I have to save my MLFlow artifacts (using Databricks Unified Analytics) to a S3 bucket, with service-side encrpytion using a KMS key.
My instances are into an AWS account A, my S3 bucket and my KMS key into an account B. I can't have my KMS Key into my account A.
I don't want to use DBFS to mount S3 buckets, for security reasons (buckets can contains sensitive data and I don't want to share this between users).
I have to assume an IAM role in order to access the bucket, as I did to access it through s3a (with spark.hadoop.fs.s3a.credentialsType
and spark.hadoop.fs.s3a.stsAssumeRole.arn
parameters).
When I create an experiment with s3 and try to log a model like this :
import mlflow
import mlflow.sklearn
id_exp = mlflow.create_experiment("/Users/first.last@company.org/Experiment",'s3://s3-bucket-name/')

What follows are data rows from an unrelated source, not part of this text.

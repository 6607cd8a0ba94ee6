"""LoopRecord: one log of one speed loop, cleaned, segmented and read-only."""

from __future__ import annotations

from dataclasses import dataclass, field, fields
from datetime import UTC, datetime, timedelta

import numpy as np
from numpy.typing import ArrayLike, NDArray

from ident.errors import IdentError
from ident.findings import Finding
from ident.record.segments import Exclusion, Flags, Floats, Segment, gaps, outages, runs, spans, uniform_step

MISSING = "missing value"
LONE = "single row between gaps"


@dataclass(frozen=True, slots=True)
class Understood:
    """How a log was read, for a person to confirm.

    layout          wide, long or paired
    why             {role: how its column was recognised}
    first, last     stamps as a reader of the log would write them
    dropped         {reason: rows}
    clock_steps     (row of the record, s by which the clock was set back) of each
    """

    layout: str
    encoding: str
    delimiter: str
    decimal: str
    why: dict[str, str]
    first: str
    last: str
    dropped: dict[str, int]
    clock_steps: tuple[tuple[int, float], ...] = ()


@dataclass(frozen=True, slots=True)
class Source:
    """Where a record came from: what the report shows of the log itself.

    sha256    of the bytes read
    rows      data rows in the file, before any was left out
    columns   {role: header}, roles time, setpoint, command, speed
    """

    sha256: str
    rows: int
    columns: dict[str, str] = field(default_factory=dict)
    findings: tuple[Finding, ...] = ()
    understood: Understood | None = None


@dataclass(frozen=True, slots=True)
class ModeSpan:
    """Rows start..stop-1 under one mode of the controller.

    mode    manual, automatic or cascade
    """

    start: int
    stop: int
    mode: str


@dataclass(frozen=True, eq=False, slots=True)
class LoopRecord:
    """Time, command, speed and, where logged, setpoint of one loop.

    time       (n,), s from the first sample, strictly increasing; any origin is accepted and moved to 0
    command    (n,), controller output u as logged; NaN where missing
    speed      (n,), measured speed y as logged; NaN where missing
    setpoint   (n,) or None; NaN where missing
    start      time of the first row, aware (kept in UTC), or None
    excluded   spans left out with their reason; rows with a missing command or speed join them, and so do
               single rows between gaps, which cannot carry an initial condition
    breaks     rows before which the clock was set: no segment crosses them
    held       (n,) of a log that reports on change: rows whose speed is its last report; else None
    modes      spans by the controller's mode, where logged; in manual the setpoint does not command anything
    segments   runs of two or more usable rows without a gap; estimators give each its own initial condition

    Raises IdentError: length-mismatch, time-not-increasing, too-few-rows, not-finite, naive-start,
    exclusion-out-of-range.
    """

    time: Floats
    command: Floats
    speed: Floats
    setpoint: Floats | None = None
    speed_unit: str = field(default="", kw_only=True)
    command_unit: str = field(default="", kw_only=True)
    start: datetime | None = field(default=None, kw_only=True)
    source: Source | None = field(default=None, kw_only=True)
    excluded: tuple[Exclusion, ...] = field(default=(), kw_only=True)
    breaks: tuple[int, ...] = field(default=(), kw_only=True)
    modes: tuple[ModeSpan, ...] = field(default=(), kw_only=True)
    held: Flags | None = field(default=None, kw_only=True)
    segments: tuple[Segment, ...] = field(default=(), init=False)

    def __post_init__(self) -> None:
        columns = {name: _column(getattr(self, name)) for name in ("time", "command", "speed")}
        if self.setpoint is not None:
            columns["setpoint"] = _column(self.setpoint)
        _check(columns, self.held)
        columns["time"] = columns["time"] - columns["time"][0]
        if self.held is not None:
            held = np.array(self.held, dtype=np.bool_).reshape(-1)
            held.flags.writeable = False
            object.__setattr__(self, "held", held)
        for name, column in columns.items():
            column.flags.writeable = False
            object.__setattr__(self, name, column)
        if self.start is not None:
            object.__setattr__(self, "start", _utc(self.start))
        self._segment()

    def _segment(self) -> None:
        """Find the spans left out and the segments between them; the same again for the result of it."""
        usable = np.ones(self.rows, dtype=np.bool_)
        for span in self.excluded:
            if not 0 <= span.start < span.stop <= self.rows:
                raise IdentError(
                    "exclusion-out-of-range",
                    f"An excluded span needs 0 <= start < stop <= {self.rows}; here {span.start} to {span.stop}.",
                )
            usable[span.start : span.stop] = False
        missing = usable & (np.isnan(self.command) | np.isnan(self.speed))
        usable &= ~missing
        found = runs(usable, (*self.gaps.tolist(), *self.breaks))
        single = found[:, 1] - found[:, 0] < 2
        lone = np.zeros(self.rows, dtype=np.bool_)
        lone[found[single, 0]] = True
        excluded = (*self.excluded, *exclusions(missing, MISSING), *exclusions(lone, LONE))
        object.__setattr__(self, "excluded", excluded)
        object.__setattr__(
            self,
            "segments",
            tuple(Segment(a, b, uniform_step(self.time[a:b])) for a, b in found[~single].tolist()),
        )

    @property
    def rows(self) -> int:
        return len(self.time)

    @property
    def gaps(self) -> NDArray[np.intp]:
        """Rows before which the log is silent although it should not be."""
        return gaps(self.time) if self.held is None else outages(self.time, self.speed, self.held)

    @property
    def duration(self) -> float:
        """From the first row to the last, s."""
        return float(self.time[-1])

    @property
    def end(self) -> datetime | None:
        """Time of the last row, UTC; None where the log has no absolute time."""
        return None if self.start is None else self.start + timedelta(seconds=self.duration)

    @property
    def sample_time(self) -> float | None:
        """The step of the uniform segments, s (the median over their rows); None where none is uniform."""
        uniform = sorted((s.step, s.rows) for s in self.segments if s.step is not None)
        if not uniform:
            return None
        rows = np.cumsum([n for _, n in uniform])
        return uniform[int(np.searchsorted(rows, rows[-1] / 2))][0]

    def __reduce__(self) -> tuple[object, ...]:
        # Through the constructor, because a pickled array comes back writeable.
        return _rebuild, ({f.name: getattr(self, f.name) for f in fields(self) if f.init},)


def _rebuild(values: dict[str, object]) -> LoopRecord:
    return LoopRecord(**values)  # type: ignore[arg-type]


def _column(values: ArrayLike) -> Floats:
    # A copy: the caller's array must not change under a frozen record.
    return np.array(values, dtype=np.float64).reshape(-1)


def _utc(start: datetime) -> datetime:
    if start.utcoffset() is None:
        raise IdentError("naive-start", "The start of a record needs a time zone; give an aware datetime.")
    return start.astimezone(UTC)


def _check(columns: dict[str, Floats], held: Flags | None) -> None:
    sizes = {name: len(c) for name, c in columns.items()} | ({} if held is None else {"held": np.size(held)})
    n = sizes["time"]
    if any(size != n for size in sizes.values()):
        lengths = ", ".join(f"{name} {size}" for name, size in sizes.items())
        raise IdentError("length-mismatch", f"All columns need the same number of rows; here: {lengths}.")
    if n < 2:
        raise IdentError("too-few-rows", "A record needs at least two rows.", {"rows": n})
    for name, column in columns.items():
        bad = np.isinf(column) if name != "time" else ~np.isfinite(column)
        if bad.any():
            row = int(np.argmax(bad))
            allowed = "replace it by a number" if name == "time" else "replace it by a number, or by NaN"
            raise IdentError(
                "not-finite",
                f"Row {row} of {name} is {column[row]}: {allowed}.",
                {"row": row, "column": name},
            )
    back = np.flatnonzero(np.diff(columns["time"]) <= 0)
    if len(back):
        row = int(back[0]) + 1
        raise IdentError(
            "time-not-increasing",
            f"Time stands still or runs backwards at row {row}; sort the rows or split the record there.",
            {"row": row, "count": len(back)},
        )


def exclusions(flags: Flags, reason: str) -> tuple[Exclusion, ...]:
    """The flagged rows as spans with one reason."""
    return tuple(Exclusion(a, b, reason) for a, b in spans(flags).tolist())
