"""Signals that each report at their own times (on change, or by their own clock) to the rows of one record.

The command and the setpoint hold until their next report. The speed is never interpolated: on a steady clock of
its own its reports are the rows; where it is reported on change, it is unchanged (within the deadband) between
reports, and the rows where the command was reported join, so that no move of the command loses its time.
"""

from __future__ import annotations

from dataclasses import dataclass

import numpy as np
from numpy.typing import NDArray

from ident.errors import ReadError
from ident.findings import Finding, Value
from ident.record.quote import counted
from ident.record.segments import Flags, Floats, Lines, steady_step

Rows = NDArray[np.intp]

CHATTER = 0.3  # share of reports that turn back; a moving speed turns in 5 to 15 % of them, noise in half


@dataclass(frozen=True, slots=True, eq=False)
class Signal:
    """Reports of one signal.

    time     (n,), s, strictly increasing
    value    (n,), NaN where the report itself is bad
    line     (n,) file lines
    """

    time: Floats
    value: Floats
    line: Lines


@dataclass(frozen=True, slots=True, eq=False)
class Merged:
    """Rows of all signals together; a value is NaN where its last report was bad.

    held    (n,), rows whose speed is its last report, where it is reported on change; else None
    """

    time: Floats
    values: dict[str, Floats]
    line: Lines
    held: Flags | None
    findings: tuple[Finding, ...]


def merge(signals: dict[str, Signal], *, on_change: bool | None = None) -> Merged:
    """Bring signals to common rows.

    on_change   the speed is reported on change; None: judged by how even its reports are

    Raises ReadError: no-overlap.
    """
    speed, command = signals["speed"], signals["command"]
    step, steady = steady_step(np.diff(speed.time))
    on_change = not steady if on_change is None else on_change
    time, line = speed.time, speed.line
    if on_change:
        everything = np.concatenate((speed.time, command.time))
        time, first = np.unique(everything, return_index=True)
        line = np.concatenate((speed.line, command.line))[first]
    begin = max(s.time[0] for s in (speed, command))
    early = int(np.searchsorted(time, begin))
    time, line = time[early:], line[early:]
    if len(time) < 2:
        raise ReadError(
            "no-overlap",
            "Command and speed were not logged at the same time: export both over the same span.",
            {"command_from_s": float(command.time[0]), "speed_from_s": float(speed.time[0])},
        )
    values = {}
    for role, signal in signals.items():
        at = np.searchsorted(signal.time, time, side="right") - 1
        values[role] = np.where(at >= 0, signal.value[np.maximum(at, 0)], np.nan)
    told = _on_change(speed, command, time, step, early) if on_change else _held(command, time, early)
    held = ~np.isin(time, speed.time) if on_change else None
    return Merged(time, values, line, held, (told,))


def _on_change(speed: Signal, command: Signal, time: Floats, step: float, early: int) -> Finding:
    moves = np.diff(speed.value[np.isfinite(speed.value)])
    moves = moves[moves != 0]
    deadband = float(np.abs(moves).min()) if len(moves) else 0.0
    turning = float(np.mean(moves[1:] * moves[:-1] < 0)) if len(moves) > 1 else 0.0
    held = int(len(time) - np.isin(time, speed.time).sum())
    gap = float(np.diff(speed.time).max()) if len(speed.time) > 1 else 0.0
    message = (
        f"The log is reported on change: values hold until their next report, and in {counted(held)} the speed is its "
        f"last report. No two reports of the speed lie closer than {deadband:.4g}: that deadband is a noise floor "
        f"of the fit, and a dead time is known no finer than the reports, {step:.4g} s apart and up to {gap:.4g} s."
    )
    if turning > CHATTER:
        message += (
            f" {100 * turning:.0f} % of the reports turn back: noise sets them off, and intervals come out too narrow. "
            "Log at a fixed rate, or with a deadband of several times the noise."
        )
    evidence: dict[str, Value] = {
        "rows_held": held,
        "deadband": deadband,
        "turning_share": turning,
        "median_step_s": step,
        "longest_step_s": gap,
        "command_reports": len(command.time),
        "rows_before_all_signals": early,
    }
    return Finding("exception-reported", "warning", message, evidence)


def _held(command: Signal, time: Floats, early: int) -> Finding:
    moved = np.concatenate(([False], np.diff(command.value) != 0)) & (command.time > time[0])
    at = np.minimum(np.searchsorted(time, command.time[moved]), len(time) - 1)
    lag = np.maximum(time[at] - command.time[moved], 0.0)
    _, count = np.unique(at, return_counts=True)
    lost = int((count - 1).sum())
    largest = float(lag.max()) if len(lag) else 0.0
    mean = float(lag.mean()) if len(lag) else 0.0
    message = (
        f"Each signal has its own clock: the rows are those of the speed, command and setpoint hold between their "
        f"reports. Moves of the command stand up to {largest:.4g} s late ({mean:.4g} s on average)"
        + (f", and {counted(lost, 'of them lies', 'of them lie')} hidden between two rows" if lost else "")
        + "; a dead time is known no finer."
    )
    evidence: dict[str, Value] = {
        "largest_lag_s": largest,
        "mean_lag_s": mean,
        "moves_lost": lost,
        "rows_before_all_signals": early,
    }
    return Finding("own-clocks", "info" if largest == 0 else "warning", message, evidence)
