"""Which column is which: by the caller's word, else by the header's."""

from __future__ import annotations

from collections.abc import Mapping
from dataclasses import dataclass

from ident.errors import ReadError
from ident.record.quote import listed, printable, quoted
from ident.record.vocabulary import is_unit, meaning, understand

ROLES = ("time", "setpoint", "command", "speed")
NEEDED = ("time", "command", "speed")
Columns = Mapping[str, str | int]
_HOW = 'say which column is which, for example columns={"time": ..., "command": ..., "speed": ...}'


@dataclass(frozen=True, slots=True)
class Mapped:
    """The columns of a log by role.

    index     {role: position}
    date      position of a date column that stands apart from the time of day, or None
    headers   {role: header}, as the report shows it
    units     {role: unit}, "" where none is named
    quality   {position: header} of status and mode columns
    unread    lines between the header or its units and the data
    """

    index: dict[str, int]
    date: int | None
    headers: dict[str, str]
    units: dict[str, str]
    quality: dict[int, str]
    unread: int


def map_columns(above: tuple[tuple[str, ...], ...], width: int, columns: Columns | None) -> Mapped:
    """Find the header among the rows above the data and map its columns to roles.

    above     rows directly above the data, nearest last
    columns   {role: header name or position}; what it leaves out is mapped by the header's words

    Raises ReadError: unknown-role, missing-column, ambiguous-columns.
    """
    names, unit_row, unread = _header(above, width)
    asked = dict(columns or {})
    unknown = [role for role in asked if role not in ROLES]
    if unknown:
        raise ReadError(
            "unknown-role", f"There is no role {quoted(str(unknown[0]))}: the roles are {', '.join(ROLES)}."
        )
    index = {role: _find(role, want, names, width) for role, want in asked.items() if want is not None}
    if len(set(index.values())) < len(index):
        raise ReadError("ambiguous-columns", f"Two roles were given the same column; {_HOW}.")
    understood = [understand(name) for name in names] if names else []
    kinds: dict[str, list[int]] = {}
    for i, header in enumerate(understood):
        kind = meaning(header)
        if kind and i not in index.values():
            kinds.setdefault(kind, []).append(i)
    date = _by_words(index, kinds, names or [])
    if not names and any(role not in index for role in NEEDED):
        raise ReadError(
            "missing-column",
            'The log has no header row: give the positions, for example columns={"time": 0, "setpoint": 1, '
            '"command": 2, "speed": 3}.',
            {"columns": width},
        )
    for role in NEEDED:
        if role not in index:
            raise ReadError(
                "missing-column",
                f"No column for {role} was recognised among the headers {listed(names or [])}; {_HOW}.",
                {"role": role},
            )
    units = {
        role: printable((unit_row[i] if unit_row else "") or (understood[i].unit if understood else ""))
        for role, i in index.items()
    }
    shown = {
        role: printable(names[i]) if names else f"column {i}" for role, i in sorted(index.items(), key=lambda e: e[1])
    }
    if date is not None and names:
        shown["time"] = f"{printable(names[date])} + {shown['time']}"
    quality = {i: printable((names or [])[i]) for i in kinds.get("quality", [])}
    return Mapped(index, date, shown, units, quality, unread)


def _header(above: tuple[tuple[str, ...], ...], width: int) -> tuple[list[str] | None, tuple[str, ...] | None, int]:
    """The row with the most known words, the units row under it, and how many more rows stand below."""
    known = [sum(meaning(understand(cell)) is not None for cell in row if cell) for row in above]
    wide = [i for i, row in enumerate(above) if sum(bool(c) for c in row) >= min(2, width)]
    named = [i for i in wide if not all(is_unit(cell) for cell in above[i])] or wide
    if not named:
        return None, None, 0
    best = max(named, key=lambda i: (known[i], i))
    below = above[best + 1 :]
    if below and all(is_unit(cell) for cell in below[0]):
        return list(above[best]), tuple(cell.strip("[]() ") for cell in below[0]), len(below) - 1
    return list(above[best]), None, len(below)


def _find(role: str, want: str | int, names: list[str] | None, width: int) -> int:
    if isinstance(want, str) and names:
        for key in (str.strip, lambda s: s.strip().casefold(), lambda s: " ".join(understand(s).words)):
            hits = [i for i, name in enumerate(names) if key(name) == key(want) and key(want)]
            if len(hits) > 1:
                raise ReadError(
                    "ambiguous-columns",
                    f"The header {quoted(want)} stands {len(hits)} times (positions {', '.join(map(str, hits))}): "
                    f"give the position for {role}.",
                    {"role": role},
                )
            if hits:
                return hits[0]
    position = int(want) if isinstance(want, int) or (want.isascii() and want.isdigit()) else -1
    if 0 <= position < width:
        return position
    among = (
        f"the headers are {listed(names)}" if names else f"the log has no header and {width} columns, 0 to {width - 1}"
    )
    raise ReadError("missing-column", f"There is no column {quoted(str(want))} for {role}: {among}.", {"role": role})


def _by_words(index: dict[str, int], kinds: dict[str, list[int]], names: list[str]) -> int | None:
    """Fill the roles not asked for; the position of a separate date column, or None."""
    found = {role: list(kinds.get(role, [])) for role in ROLES}
    lacks = {role for role in ROLES if role not in index and not found[role]}
    # "input" beside "output" is the pair of the identification trade; "output" alone is whatever is lacking.
    if "command" in lacks and len(kinds.get("input", [])) == 1:
        found["command"] = kinds["input"]
        lacks.discard("command")
    weak = kinds.get("output", [])
    if len(weak) == 1 and len(lacks & {"command", "speed"}) == 1:
        found["speed" if "speed" in lacks else "command"] = weak
        lacks -= {"command", "speed"}
    unclear = weak + kinds.get("cv", [])
    if lacks & {"command", "speed"} and unclear:
        raise ReadError(
            "ambiguous-columns",
            f"{listed([names[i] for i in unclear])} may mean the command or the speed; {_HOW}.",
            {"role": ", ".join(sorted(lacks & {"command", "speed"}))},
        )
    date = None
    if "time" not in index and kinds.get("date"):
        if not found["time"]:
            found["time"] = kinds["date"]
        elif len(kinds["date"]) == 1 and len(found["time"]) == 1:
            date = kinds["date"][0]
    for role in ROLES:
        if role in index or not found[role]:
            continue
        if len(found[role]) > 1:
            raise ReadError(
                "ambiguous-columns",
                f"{len(found[role])} columns may be the {role}: {listed([names[i] for i in found[role]])}; {_HOW}.",
                {"role": role, "candidates": len(found[role])},
            )
        index[role] = found[role][0]
    return date
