"""From a source to UTF-8 bytes: byte order marks, Windows-1252, power-cut tails, and what is no text."""

from __future__ import annotations

import codecs
import hashlib
import os
from dataclasses import dataclass
from pathlib import Path
from typing import BinaryIO

from ident.errors import ReadError
from ident.findings import Finding

LogSource = str | os.PathLike[str] | bytes | bytearray | memoryview | BinaryIO

_MARKS = (
    (codecs.BOM_UTF8, "utf-8"),
    (codecs.BOM_UTF32_LE, "utf-32-le"),  # before UTF-16, whose mark it starts with
    (codecs.BOM_UTF32_BE, "utf-32-be"),
    (codecs.BOM_UTF16_LE, "utf-16-le"),
    (codecs.BOM_UTF16_BE, "utf-16-be"),
)
_PROBE = 65536
_CONTROLS = bytes(set(range(32)) - set(b"\t\n\r\f"))


@dataclass(frozen=True, slots=True)
class Body:
    """The text of a log as UTF-8 bytes without a byte order mark."""

    text: bytes
    sha256: str
    findings: tuple[Finding, ...]


def load(source: LogSource) -> Body:
    """Read a path, bytes or a binary file to UTF-8 bytes.

    Raises ReadError: no-file, empty-log, not-text.
    """
    raw = _bytes(source)
    sha256 = hashlib.sha256(raw).hexdigest()
    text, findings = _utf8(raw)
    text, cut = _without_nul_tail(text)
    if not text.strip():
        if raw.strip(b"\0\r\n\t ") not in (b"", *(mark for mark, _ in _MARKS)):
            raise ReadError("not-text", _NOT_TEXT)
        raise ReadError("empty-log", "The log is empty: send the rows of a CSV file.", {"bytes": len(raw)})
    probe = text[:_PROBE]
    if b"\0" in text or len(probe) - len(probe.translate(None, _CONTROLS)) > len(probe) // 100:
        raise ReadError("not-text", _NOT_TEXT)
    return Body(text, sha256, (*findings, *cut))


_NOT_TEXT = (
    "This is not a text file (a picture, a spreadsheet, an archive?): export the log as CSV, in UTF-8 or with a "
    "byte order mark."
)


def _bytes(source: LogSource) -> bytes:
    if isinstance(source, bytes):
        return source
    if isinstance(source, bytearray | memoryview):
        return bytes(source)
    if isinstance(source, str | os.PathLike):
        try:
            return Path(source).read_bytes()
        except (OSError, ValueError) as cause:
            raise ReadError("no-file", "The log file cannot be opened: check its path and rights.") from cause
    content = source.read()
    if not isinstance(content, bytes):
        raise TypeError("read_csv needs a binary file: open it with mode 'rb'")
    return content


def _utf8(raw: bytes) -> tuple[bytes, list[Finding]]:
    for mark, name in _MARKS:
        if raw.startswith(mark):
            body = raw[len(mark) :]
            if name == "utf-8":
                break
            try:
                return body.decode(name).encode(), []
            except UnicodeError as cause:
                raise ReadError("not-text", f"The file says it is {name} but is damaged: export it again.") from cause
    else:
        body = raw
    try:
        body.decode()
        return body, []
    except UnicodeDecodeError:
        pass
    if b"\0" in body.rstrip(b"\0"):
        raise ReadError("not-text", _NOT_TEXT)
    try:
        text = body.decode("cp1252").encode()
    except UnicodeDecodeError as cause:
        raise ReadError("not-text", _NOT_TEXT, {"byte": cause.start}) from cause
    return text, [
        Finding(
            "encoding-assumed",
            "warning",
            "The log is not UTF-8 and has no byte order mark; it was read as Windows-1252. Check "
            "the headers and units.",
            {"encoding": "cp1252"},
        )
    ]


def _without_nul_tail(text: bytes) -> tuple[bytes, list[Finding]]:
    kept = text.rstrip(b"\0\r\n\t ")
    tail = text[len(kept) :]
    nuls = tail.count(b"\0")
    if nuls == 0:
        return text, []
    cut = not tail.startswith((b"\n", b"\r"))
    if cut:
        # The last line was being written when the power went: a number cut short still parses.
        kept = kept[: max(kept.rfind(b"\n"), kept.rfind(b"\r")) + 1]
    return kept, [
        Finding(
            "truncated-tail",
            "warning",
            "The file ends in NUL bytes, as after a power cut; they were dropped"
            + (", and so was the incomplete last line." if cut else "."),
            {"nul_bytes": nuls, "rows_dropped": int(cut)},
        )
    ]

with mlflow.start_run(experiment_id=id_exp):
clf_mlf = tree.DecisionTreeClassifier()
clf_mlf = clf_mlf.fit(X_train, y_train)
y_pred = clf_mlf.predict(X_test)
mlflow.sklearn.log_model(clf_mlf, "model", serialization_format='pickle')
I have this error :
S3UploadFailedError: Failed to upload /tmp/tmp2yl2olhi/model/conda.yaml to s3-bucket-name//05c17a33a33d46a5ad3cc811a9faf35a/artifacts/model/conda.yaml: An error occurred (KMS.NotFoundException) when calling the PutObject operation: Key 'arn:aws:kms:eu-central-1:account_a_id:key/key_id' does not exist
How can I told MLFlow to assume a role before accessing to S3 ?